In early 2003, Boeing released plans to build a new “super efficient” jet called the 7E7. The jet subsequently gained the nickname the “Dreamliner.” In the six months following the announcement news depressed the market for aircraft, which was already shrinking. This news included the United States going to war with Iraq, global terrorist attacks, and SARS putting travelers in fear. This all contributed to the worst airline profits in a generation. From Boeing’s perspective this meant for a promising market to introduce a major new product. Boeing moved forward with this concept and planned to release the 7E7 in 2008. It is Michael Bair’s job to make a recommendation to the board of directors for a final decision on the project.

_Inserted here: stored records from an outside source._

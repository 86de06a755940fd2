"""The picture at a pilot's eye, from true geometry alone: no psychology in here.

All functions are vectorised over leading axes (..., T). Earth axes north-east-down ``e``, body axes ``b``.
The eye frame ``c`` is a camera's: x right, y down, z along the line of sight; the head stays upright
in the aircraft::

        own aircraft  ->  x_b                     looking along the right wing:
        wing          ->  y_b = z_c               aircraft pitch rolls the scene about z_c,
        body down     ->  z_b = y_c               aircraft roll slides it up and down y_c

Formula numbers are those of section 0 of NOTICING.md (closed form, derived there).
"""

from __future__ import annotations

from collections.abc import Callable

import numpy as np
from numpy.typing import NDArray

from render.frames import Array, quat_rotate

Mask = NDArray[np.bool_]
HeightAt = Callable[[Array, Array], Array]
"""Ground height above the field datum (m) at north, east (m), arrays of any one shape."""

# Depression of the patches under level ground. 45 deg is where sinking moves a point fastest (0.9); the
# others span the ground a wing pilot has in view. Eight azimuths: symmetric about the display line.
PATCH_DEPRESSION_RAD = np.radians([55.0, 35.0, 18.0])
PATCH_AZIMUTHS = 8

# Field of the two eyes together about the gaze: up 60, down 70-75, to each side 100-110 deg (1.36).
FIELD_UP_RAD, FIELD_DOWN_RAD, FIELD_SIDE_RAD = np.radians([60.0, 72.0, 100.0])

MAR_FOVEA_RAD = np.radians(1.0 / 60.0)  # 1.32
MAR_SLOPE = 1.5 / 60.0  # rad per rad: 1.32-1.65 arcmin per degree (1.32), the middle of it

_DOWN = np.array([0.0, 0.0, 1.0])


def dot(a: Array, b: Array) -> Array:
    """Scalar products over the last axis, (...). ``einsum`` is several times faster here than a sum of products."""
    return np.asarray(np.einsum("...i,...i->...", a, b))


def length(vec: Array) -> Array:
    """Lengths of vectors, (...)."""
    return np.sqrt(dot(vec, vec))


def unit(vec: Array) -> Array:
    """Unit vectors (..., 3); a zero vector stays zero."""
    norm = length(vec)[..., None]
    return np.asarray(vec / np.where(norm > 0.0, norm, 1.0))


def angle_between(a: Array, b: Array) -> Array:
    """Angle between vectors, rad, (...). Exact near 0 and pi, unlike acos of a dot product.

    Source: W. Kahan, 2 atan2(|a - b|, |a + b|) for unit a, b. Formula 0.12.
    """
    a, b = unit(a), unit(b)
    return np.asarray(2.0 * np.arctan2(length(a - b), length(a + b)))


def eye_position(pos_e_m: Array, quat_eb: Array, eye_forward_m: float, eye_up_m: float) -> Array:
    """Where the pilot's eye is, (..., 3): centre of gravity plus the airframe's eye offset in body axes."""
    return np.asarray(pos_e_m + quat_rotate(quat_eb, np.array([eye_forward_m, 0.0, -eye_up_m])))


def line_of_sight(eye_e_m: Array, quat_eb: Array, target_e_m: Array | None) -> Array:
    """Unit vector of the gaze in earth axes, (..., 3): to the target, or ahead along the body axis."""
    if target_e_m is None:
        return quat_rotate(quat_eb, np.array([1.0, 0.0, 0.0]))
    return unit(target_e_m - eye_e_m)


def eye_axes(los_e: Array, quat_eb: Array) -> Array:
    """Eye frame, rows x right, y down, z gaze in earth axes, (..., 3, 3); turns earth vectors into ``c``.

    The head's up is the part of the body's up across the gaze. Straight up or down (within about
    2 deg) that has no direction; there the head is thrown back or bowed: the body's forward axis serves.
    """
    down_b = quat_rotate(quat_eb, _DOWN)
    forward_b = quat_rotate(quat_eb, np.array([1.0, 0.0, 0.0]))
    along = dot(down_b, los_e)[..., None]
    across = down_b - along * los_e
    # Looking up the image's down is forward, looking down it is aft.
    fallback = -np.sign(along) * forward_b
    fallback = fallback - dot(fallback, los_e)[..., None] * los_e
    y = unit(np.where(np.abs(along) > 0.9994, fallback, across))
    x = np.cross(y, los_e)
    return np.stack([x, y, los_e], axis=-2)


def down_in_eye(axes: Array) -> Array:
    """The earth's down as the eye has it, (..., 3): the horizon is the great circle across it."""
    return np.asarray(axes[..., :, 2])


def horizon_lean_rad(axes: Array) -> Array:
    """Lean of the horizon in the eye's picture, (-pi, pi]: 0 level, positive with its right end raised.

    Looking along the wing this is the pitch angle up to sign (0.11). Undefined for a gaze straight up or
    down; there the horizon is 90 deg away.
    """
    down = down_in_eye(axes)
    return np.asarray(np.arctan2(down[..., 0], down[..., 1]))


def horizon_eccentricity_rad(los_e: Array) -> Array:
    """Angle from the gaze to the nearest point of the horizon (0.12), rad."""
    return np.asarray(np.arcsin(np.clip(np.abs(los_e[..., 2]), 0.0, 1.0)))


def scene_eccentricity_rad(los_e: Array) -> Array:
    """Angle from the gaze to the nearest part of the ground, rad: 0 where the gaze itself meets it."""
    return np.asarray(np.arcsin(np.clip(-los_e[..., 2], 0.0, 1.0)))


def turning_c_radps(rate_b_radps: Array, quat_eb: Array, axes: Array) -> Array:
    """How the eye turns with the aircraft, in eye axes, (..., 3); the far scene turns the other way.

    Component z is the roll of the scene about the line of sight, x and y its slide (0.11). The gaze's own
    slow movement within the cockpit is left out.
    """
    rate_e = quat_rotate(quat_eb, rate_b_radps)
    return np.asarray(np.einsum("...ij,...j->...i", axes, rate_e))


def mar_rad(eccentricity_rad: Array) -> Array:
    """Minimum resolvable angle, linear in eccentricity (1.32: Guenter et al 2012), rad."""
    return np.asarray(MAR_FOVEA_RAD + MAR_SLOPE * eccentricity_rad)


def in_field(dir_c: Array) -> Mask:
    """Whether directions in the eye frame lie in the field of the two eyes (1.36), bool (...).

    No canopy sill, wing, helmet or mask: there is no published value that fits all.
    """
    x, y, z = dir_c[..., 0], dir_c[..., 1], dir_c[..., 2]
    flat = np.sqrt(x * x + z * z)
    # Angles compared by their cosine and tangent: this runs over every patch.
    side = z >= np.cos(FIELD_SIDE_RAD) * flat
    return np.asarray(side & (y <= np.tan(FIELD_DOWN_RAD) * flat) & (y >= -np.tan(FIELD_UP_RAD) * flat))


def height_over_ground_m(eye_e_m: Array, height_at: HeightAt) -> Array:
    """Eye height above the ground underneath, at least 0.5 m, (...)."""
    return np.maximum(-eye_e_m[..., 2] - height_at(eye_e_m[..., 0], eye_e_m[..., 1]), 0.5)


def ground_patches(eye_e_m: Array, height_m: Array, height_at: HeightAt, display_line_rad: float | Array) -> Array:
    """Vectors from the eye to patches laid on the ground around it, (..., P, 3), earth axes.

    They are laid at fixed depressions and azimuths, so that patch p of the faulted flight is compared with
    patch p of the healthy one. ``display_line_rad``: the azimuth they are symmetric about, fixed for a flight
    (a scalar, or broadcastable against the leading axes). Hidden ground (hills in front) isn't found.
    """
    azimuth = np.asarray(display_line_rad)[..., None] + np.arange(PATCH_AZIMUTHS) * (2.0 * np.pi / PATCH_AZIMUTHS)
    reach = height_m[..., None] / np.tan(PATCH_DEPRESSION_RAD)  # (..., D)
    flat = (*height_m.shape, PATCH_DEPRESSION_RAD.size * PATCH_AZIMUTHS)
    north = (reach[..., :, None] * np.cos(azimuth)[..., None, :]).reshape(flat)
    east = (reach[..., :, None] * np.sin(azimuth)[..., None, :]).reshape(flat)
    ground = height_at(eye_e_m[..., None, 0] + north, eye_e_m[..., None, 1] + east)
    down = np.maximum(-eye_e_m[..., None, 2] - ground, 0.1)
    return np.stack([north, east, down], axis=-1)


def translation_flow_radps(vec_e_m: Array, vel_e_mps: Array) -> Array:
    """Image speed of ground points from travel alone (not turning), (..., P), rad/s: speed across over distance.

    vec_e_m: (..., P, 3); vel_e_mps: (..., 3). Abeam in level flight it is (V/h) sin(depression) (0.7, 0.8).
    """
    range2 = dot(vec_e_m, vec_e_m)
    along = np.einsum("...pi,...i->...p", vec_e_m, vel_e_mps)
    speed2 = dot(vel_e_mps, vel_e_mps)[..., None]
    return np.asarray(np.sqrt(np.maximum(speed2 * range2 - along**2, 0.0)) / range2)


def elevation_drift_radps(vec_e_m: Array, vel_e_mps: Array) -> Array:
    """Rate of the depression of ground points below the horizon, (..., P), rad/s; rising points negative.

    Abeam it is -(s/h) sin cos of the depression (0.9), so on level ground it says what h/s says.
    """
    flat = np.hypot(vec_e_m[..., 0], vec_e_m[..., 1])
    toward = np.einsum("...pi,...i->...p", vec_e_m[..., :2], vel_e_mps[..., :2]) / flat
    range2 = dot(vec_e_m, vec_e_m)
    return np.asarray((-flat * vel_e_mps[..., None, 2] + vec_e_m[..., 2] * toward) / range2)


def splay_rad(offset_m: Array, height_m: Array) -> Array:
    """Splay of a ground line along the track at a lateral offset, rad (0.10; Warren/Flach form)."""
    return np.asarray(np.arctan2(offset_m, height_m))


def splay_rate_radps(offset_m: Array, height_m: Array, offset_rate_mps: Array, climb_mps: Array) -> Array:
    """Rate of splay, rad/s (0.10). On level ground at steady offset it carries hdot/h and nothing else."""
    splay = splay_rad(offset_m, height_m)
    return np.asarray(
        -climb_mps / height_m * np.sin(splay) * np.cos(splay) + offset_rate_mps / height_m * np.cos(splay) ** 2
    )


def time_to_ground_s(height_m: Array, sink_mps: Array) -> Array:
    """First-order time to the ground h/s (0.6), s; infinity where there is no sink."""
    sinking = np.where(sink_mps > 1e-6, sink_mps, 1.0)
    return np.where(sink_mps > 1e-6, height_m / sinking, np.inf)


def direction_b(vec_e_m: Array, quat_eb: Array) -> Array:
    """Earth vectors in body axes, (..., 3): where in the canopy something stands (0.13)."""
    conj = quat_eb * np.array([1.0, -1.0, -1.0, -1.0])
    return quat_rotate(conj, vec_e_m)


def masked_median(values: Array, mask: Mask) -> Array:
    """Median over the last axis of the values the mask lets through, (...); 0 where there is none."""
    ordered = np.sort(np.where(mask, values, np.inf), axis=-1)
    count = np.sum(mask, axis=-1)
    low = np.maximum((count - 1) // 2, 0)[..., None]
    high = np.minimum(np.maximum(count // 2, 0), values.shape[-1] - 1)[..., None]
    pair = np.take_along_axis(ordered, low, -1) + np.take_along_axis(ordered, high, -1)
    return np.where(count > 0, 0.5 * pair[..., 0], 0.0)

In order to do this he will need to complete a valuation of the 7E7 project in order to convince Boeing’s CEO and other upper management that the project would be financially profitable for Boeing’s shareholders.
In order to complete this financial analysis, Bair will need to calculate Boeing’s WACC along with IRR to determine whether this is a financially worthwhile project. In order to calculate the WACC, Bair must consider the betas from Boeing’s commercial sector as well as the defense sector. One beta cannot be used for the whole company due to the vast difference in volatility between the two sectors. Once these two separate betas are calculated, they can be weighted based on the % revenue which each industry contributes to the company and then a WACC can be calculated for Boeing as a whole. This number is then compared with the IRR of the 7E7 project to determine whether the project should continue. Based on the results of this analysis, I determined that Boeing should take on the 7E7 project. All calculations are provided below. Appendix #1
Why is Boeing contemplating the launch of the 7E7 project? Is this a good time to do so?
Boeing is contemplating launching the 7E7 for a few reasons. The first reason is...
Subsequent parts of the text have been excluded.